■ What the task requires
When the line containing "description: string): ParameterSpec<number" is reached, include it and end there; set down verbatim every line before it, starting at the top of the records.

■ Exercise data
-=-=-=-=-
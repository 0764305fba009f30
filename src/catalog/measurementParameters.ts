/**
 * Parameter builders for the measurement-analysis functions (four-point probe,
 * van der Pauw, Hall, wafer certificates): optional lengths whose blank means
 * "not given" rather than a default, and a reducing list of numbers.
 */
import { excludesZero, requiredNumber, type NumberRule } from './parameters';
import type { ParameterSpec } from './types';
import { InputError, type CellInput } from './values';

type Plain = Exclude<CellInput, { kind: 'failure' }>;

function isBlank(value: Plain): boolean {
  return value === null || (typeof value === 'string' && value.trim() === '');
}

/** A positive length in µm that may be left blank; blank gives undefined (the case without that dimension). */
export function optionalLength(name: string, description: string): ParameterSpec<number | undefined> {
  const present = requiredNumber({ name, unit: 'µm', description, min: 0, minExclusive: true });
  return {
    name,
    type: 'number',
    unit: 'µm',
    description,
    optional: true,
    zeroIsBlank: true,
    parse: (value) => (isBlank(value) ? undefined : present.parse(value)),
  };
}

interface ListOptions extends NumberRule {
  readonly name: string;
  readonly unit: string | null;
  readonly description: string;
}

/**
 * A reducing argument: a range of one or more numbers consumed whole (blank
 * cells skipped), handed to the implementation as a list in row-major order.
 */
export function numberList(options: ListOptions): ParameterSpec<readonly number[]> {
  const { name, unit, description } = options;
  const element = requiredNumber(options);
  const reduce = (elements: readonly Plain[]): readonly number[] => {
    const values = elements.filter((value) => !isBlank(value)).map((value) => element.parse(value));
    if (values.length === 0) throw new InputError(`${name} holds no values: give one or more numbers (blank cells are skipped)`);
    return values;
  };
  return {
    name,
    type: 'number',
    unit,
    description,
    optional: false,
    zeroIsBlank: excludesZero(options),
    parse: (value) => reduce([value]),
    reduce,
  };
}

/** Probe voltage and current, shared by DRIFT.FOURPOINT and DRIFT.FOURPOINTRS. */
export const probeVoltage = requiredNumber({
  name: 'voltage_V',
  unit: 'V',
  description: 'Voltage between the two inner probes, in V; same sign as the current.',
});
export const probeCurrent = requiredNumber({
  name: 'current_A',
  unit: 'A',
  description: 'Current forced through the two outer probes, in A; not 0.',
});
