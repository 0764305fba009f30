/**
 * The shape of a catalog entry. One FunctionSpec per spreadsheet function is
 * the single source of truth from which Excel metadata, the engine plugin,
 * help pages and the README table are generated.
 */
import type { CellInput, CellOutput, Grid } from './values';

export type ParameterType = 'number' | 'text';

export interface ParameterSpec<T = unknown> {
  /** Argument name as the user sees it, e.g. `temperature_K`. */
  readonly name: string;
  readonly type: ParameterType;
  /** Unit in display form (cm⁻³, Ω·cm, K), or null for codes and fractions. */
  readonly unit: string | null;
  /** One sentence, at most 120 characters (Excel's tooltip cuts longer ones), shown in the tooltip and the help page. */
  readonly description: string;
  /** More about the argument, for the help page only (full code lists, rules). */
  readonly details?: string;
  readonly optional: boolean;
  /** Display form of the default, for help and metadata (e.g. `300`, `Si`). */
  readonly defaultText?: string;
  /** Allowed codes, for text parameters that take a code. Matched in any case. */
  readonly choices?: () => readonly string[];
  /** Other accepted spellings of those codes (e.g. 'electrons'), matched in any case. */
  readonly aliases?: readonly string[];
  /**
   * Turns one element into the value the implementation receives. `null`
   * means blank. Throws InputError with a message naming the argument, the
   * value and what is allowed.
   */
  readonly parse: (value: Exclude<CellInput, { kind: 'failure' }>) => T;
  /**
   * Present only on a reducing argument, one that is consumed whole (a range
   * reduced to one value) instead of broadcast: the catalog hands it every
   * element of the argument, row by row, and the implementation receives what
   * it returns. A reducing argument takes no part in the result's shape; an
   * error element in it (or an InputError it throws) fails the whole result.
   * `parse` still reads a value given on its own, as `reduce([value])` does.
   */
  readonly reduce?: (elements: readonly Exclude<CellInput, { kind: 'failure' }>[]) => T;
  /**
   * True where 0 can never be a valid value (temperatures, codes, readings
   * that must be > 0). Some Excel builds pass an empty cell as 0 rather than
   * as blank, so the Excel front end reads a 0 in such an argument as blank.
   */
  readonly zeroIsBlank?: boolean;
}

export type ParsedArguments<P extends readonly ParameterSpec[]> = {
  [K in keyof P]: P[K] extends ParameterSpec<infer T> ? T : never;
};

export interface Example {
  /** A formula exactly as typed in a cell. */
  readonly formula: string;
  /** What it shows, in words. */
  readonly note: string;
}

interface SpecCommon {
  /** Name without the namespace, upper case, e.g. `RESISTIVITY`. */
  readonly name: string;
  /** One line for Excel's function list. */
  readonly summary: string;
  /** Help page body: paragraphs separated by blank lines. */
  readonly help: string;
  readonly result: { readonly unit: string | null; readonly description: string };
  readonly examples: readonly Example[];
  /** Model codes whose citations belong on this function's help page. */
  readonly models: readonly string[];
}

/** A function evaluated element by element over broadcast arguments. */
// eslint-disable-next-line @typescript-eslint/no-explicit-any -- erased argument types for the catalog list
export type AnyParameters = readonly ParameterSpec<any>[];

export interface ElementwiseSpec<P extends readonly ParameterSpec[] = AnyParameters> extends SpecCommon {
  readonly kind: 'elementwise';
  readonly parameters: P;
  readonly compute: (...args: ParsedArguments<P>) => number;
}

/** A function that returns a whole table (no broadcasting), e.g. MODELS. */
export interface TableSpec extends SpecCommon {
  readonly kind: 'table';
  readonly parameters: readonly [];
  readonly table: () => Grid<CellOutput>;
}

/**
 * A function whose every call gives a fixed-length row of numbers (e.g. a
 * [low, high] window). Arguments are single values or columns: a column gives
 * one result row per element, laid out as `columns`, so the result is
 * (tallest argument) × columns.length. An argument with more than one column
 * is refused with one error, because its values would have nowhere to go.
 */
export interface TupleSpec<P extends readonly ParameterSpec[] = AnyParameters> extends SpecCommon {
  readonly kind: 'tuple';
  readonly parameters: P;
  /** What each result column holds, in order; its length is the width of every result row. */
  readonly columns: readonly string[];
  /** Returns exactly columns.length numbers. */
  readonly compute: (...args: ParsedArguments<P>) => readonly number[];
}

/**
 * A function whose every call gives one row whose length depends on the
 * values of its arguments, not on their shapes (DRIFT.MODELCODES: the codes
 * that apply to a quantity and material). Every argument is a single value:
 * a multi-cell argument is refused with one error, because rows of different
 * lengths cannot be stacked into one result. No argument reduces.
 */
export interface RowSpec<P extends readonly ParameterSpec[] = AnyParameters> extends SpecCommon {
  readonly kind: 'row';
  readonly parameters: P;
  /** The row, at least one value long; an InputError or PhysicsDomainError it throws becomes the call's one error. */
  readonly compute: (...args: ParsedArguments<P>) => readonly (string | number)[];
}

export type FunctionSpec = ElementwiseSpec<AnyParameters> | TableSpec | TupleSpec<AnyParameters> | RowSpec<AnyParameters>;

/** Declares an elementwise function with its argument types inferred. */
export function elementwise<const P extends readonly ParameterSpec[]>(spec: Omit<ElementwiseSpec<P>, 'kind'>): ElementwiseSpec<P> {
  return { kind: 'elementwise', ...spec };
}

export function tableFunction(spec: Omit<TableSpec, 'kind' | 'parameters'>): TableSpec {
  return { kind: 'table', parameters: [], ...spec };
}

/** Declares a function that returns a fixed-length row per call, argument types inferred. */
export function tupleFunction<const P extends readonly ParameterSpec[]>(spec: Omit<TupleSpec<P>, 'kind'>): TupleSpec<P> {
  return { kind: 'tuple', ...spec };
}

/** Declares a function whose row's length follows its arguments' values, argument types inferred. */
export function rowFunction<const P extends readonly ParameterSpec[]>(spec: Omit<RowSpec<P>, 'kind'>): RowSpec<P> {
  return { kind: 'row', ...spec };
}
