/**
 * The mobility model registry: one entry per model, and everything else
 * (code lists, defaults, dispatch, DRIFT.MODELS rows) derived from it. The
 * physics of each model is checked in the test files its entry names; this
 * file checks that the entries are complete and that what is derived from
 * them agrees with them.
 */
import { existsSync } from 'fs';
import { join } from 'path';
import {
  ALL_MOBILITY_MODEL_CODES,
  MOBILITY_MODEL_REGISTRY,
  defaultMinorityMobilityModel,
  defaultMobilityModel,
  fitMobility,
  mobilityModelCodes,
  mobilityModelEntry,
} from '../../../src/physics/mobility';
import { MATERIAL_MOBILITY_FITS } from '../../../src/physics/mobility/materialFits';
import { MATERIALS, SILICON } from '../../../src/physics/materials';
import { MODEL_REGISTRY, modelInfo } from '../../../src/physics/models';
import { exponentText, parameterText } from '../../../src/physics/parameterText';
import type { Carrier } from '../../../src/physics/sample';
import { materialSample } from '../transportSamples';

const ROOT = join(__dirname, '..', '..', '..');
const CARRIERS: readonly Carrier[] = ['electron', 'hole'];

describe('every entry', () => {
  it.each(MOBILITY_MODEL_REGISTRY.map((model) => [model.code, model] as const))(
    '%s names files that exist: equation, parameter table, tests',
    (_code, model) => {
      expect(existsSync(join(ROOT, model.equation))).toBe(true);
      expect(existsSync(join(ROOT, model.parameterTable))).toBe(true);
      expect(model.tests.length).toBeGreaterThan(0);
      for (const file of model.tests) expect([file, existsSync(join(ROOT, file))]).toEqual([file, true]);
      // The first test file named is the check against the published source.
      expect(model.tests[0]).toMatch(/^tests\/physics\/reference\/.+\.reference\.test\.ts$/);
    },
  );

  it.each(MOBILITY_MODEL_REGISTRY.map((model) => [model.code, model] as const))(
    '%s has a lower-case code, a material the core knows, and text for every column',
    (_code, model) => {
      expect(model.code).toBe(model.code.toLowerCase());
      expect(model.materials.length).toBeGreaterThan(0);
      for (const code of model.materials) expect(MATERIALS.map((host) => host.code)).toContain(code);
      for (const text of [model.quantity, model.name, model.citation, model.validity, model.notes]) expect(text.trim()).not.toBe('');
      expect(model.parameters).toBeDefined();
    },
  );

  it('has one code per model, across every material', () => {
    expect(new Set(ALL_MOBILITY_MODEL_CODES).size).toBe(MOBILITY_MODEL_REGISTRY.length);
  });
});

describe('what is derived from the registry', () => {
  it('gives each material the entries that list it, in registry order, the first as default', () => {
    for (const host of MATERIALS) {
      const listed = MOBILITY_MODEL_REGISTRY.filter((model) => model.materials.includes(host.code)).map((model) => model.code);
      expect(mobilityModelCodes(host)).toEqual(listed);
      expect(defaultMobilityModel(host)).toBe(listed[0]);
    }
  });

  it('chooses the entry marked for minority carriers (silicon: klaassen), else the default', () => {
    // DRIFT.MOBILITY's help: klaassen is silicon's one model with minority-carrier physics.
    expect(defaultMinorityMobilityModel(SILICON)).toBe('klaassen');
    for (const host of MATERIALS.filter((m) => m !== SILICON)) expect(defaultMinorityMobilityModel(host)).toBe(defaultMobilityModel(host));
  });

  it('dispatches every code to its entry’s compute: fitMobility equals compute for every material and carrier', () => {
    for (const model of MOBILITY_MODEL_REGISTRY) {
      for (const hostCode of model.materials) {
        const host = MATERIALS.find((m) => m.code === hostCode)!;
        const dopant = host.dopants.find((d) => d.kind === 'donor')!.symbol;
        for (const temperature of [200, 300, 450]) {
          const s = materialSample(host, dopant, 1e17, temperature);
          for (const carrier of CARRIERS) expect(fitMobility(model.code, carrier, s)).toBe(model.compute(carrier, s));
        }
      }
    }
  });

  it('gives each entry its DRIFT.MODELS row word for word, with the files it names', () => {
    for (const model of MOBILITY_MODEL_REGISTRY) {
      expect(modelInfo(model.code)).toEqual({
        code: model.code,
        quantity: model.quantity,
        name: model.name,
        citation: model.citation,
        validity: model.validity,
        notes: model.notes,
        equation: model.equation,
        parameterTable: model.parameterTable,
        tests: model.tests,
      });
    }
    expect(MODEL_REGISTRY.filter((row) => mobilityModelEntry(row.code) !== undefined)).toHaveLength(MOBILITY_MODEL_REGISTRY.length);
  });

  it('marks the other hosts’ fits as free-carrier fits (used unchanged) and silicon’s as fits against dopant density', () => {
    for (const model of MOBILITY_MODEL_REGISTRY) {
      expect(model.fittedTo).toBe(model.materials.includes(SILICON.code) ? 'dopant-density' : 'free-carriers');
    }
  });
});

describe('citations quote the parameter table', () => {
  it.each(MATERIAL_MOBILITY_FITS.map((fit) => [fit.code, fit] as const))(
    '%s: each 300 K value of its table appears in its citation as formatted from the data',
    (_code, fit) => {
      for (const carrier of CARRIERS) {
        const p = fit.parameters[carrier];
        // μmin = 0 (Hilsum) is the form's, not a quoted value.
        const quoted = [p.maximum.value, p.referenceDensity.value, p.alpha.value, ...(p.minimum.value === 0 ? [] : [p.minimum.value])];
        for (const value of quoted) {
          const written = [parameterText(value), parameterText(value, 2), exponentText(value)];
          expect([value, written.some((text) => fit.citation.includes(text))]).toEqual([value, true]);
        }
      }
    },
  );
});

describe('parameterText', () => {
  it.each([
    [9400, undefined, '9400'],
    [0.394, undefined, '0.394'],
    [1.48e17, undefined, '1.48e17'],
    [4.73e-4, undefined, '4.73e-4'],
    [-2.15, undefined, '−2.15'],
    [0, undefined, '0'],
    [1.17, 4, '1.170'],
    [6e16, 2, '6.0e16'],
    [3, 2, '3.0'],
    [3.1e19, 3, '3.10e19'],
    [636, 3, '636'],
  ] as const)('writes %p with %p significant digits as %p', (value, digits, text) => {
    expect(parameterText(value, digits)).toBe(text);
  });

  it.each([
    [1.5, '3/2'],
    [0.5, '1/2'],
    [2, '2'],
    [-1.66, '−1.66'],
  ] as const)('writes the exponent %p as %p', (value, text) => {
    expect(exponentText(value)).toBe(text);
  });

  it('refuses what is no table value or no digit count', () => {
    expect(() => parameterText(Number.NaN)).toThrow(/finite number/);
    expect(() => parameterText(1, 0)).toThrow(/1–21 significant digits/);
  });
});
-=-=-=-=-
■ Task output
repository 0764305fba009f30
filename src/catalog/measurementParameters.ts
/**
 * Parameter builders for the measurement-analysis functions (four-point probe,
 * van der Pauw, Hall, wafer certificates): optional lengths whose blank means
 * "not given" rather than a default, and a reducing list of numbers.
 */
import { excludesZero, requiredNumber, type NumberRule } from './parameters';
import type { ParameterSpec } from './types';
import { InputError, type CellInput } from './values';

type Plain = Exclude<CellInput, { kind: 'failure' }>;

function isBlank(value: Plain): boolean {
  return value === null || (typeof value === 'string' && value.trim() === '');
}

/** A positive length in µm that may be left blank; blank gives undefined (the case without that dimension). */
export function optionalLength(name: string, description: string): ParameterSpec<number | undefined> {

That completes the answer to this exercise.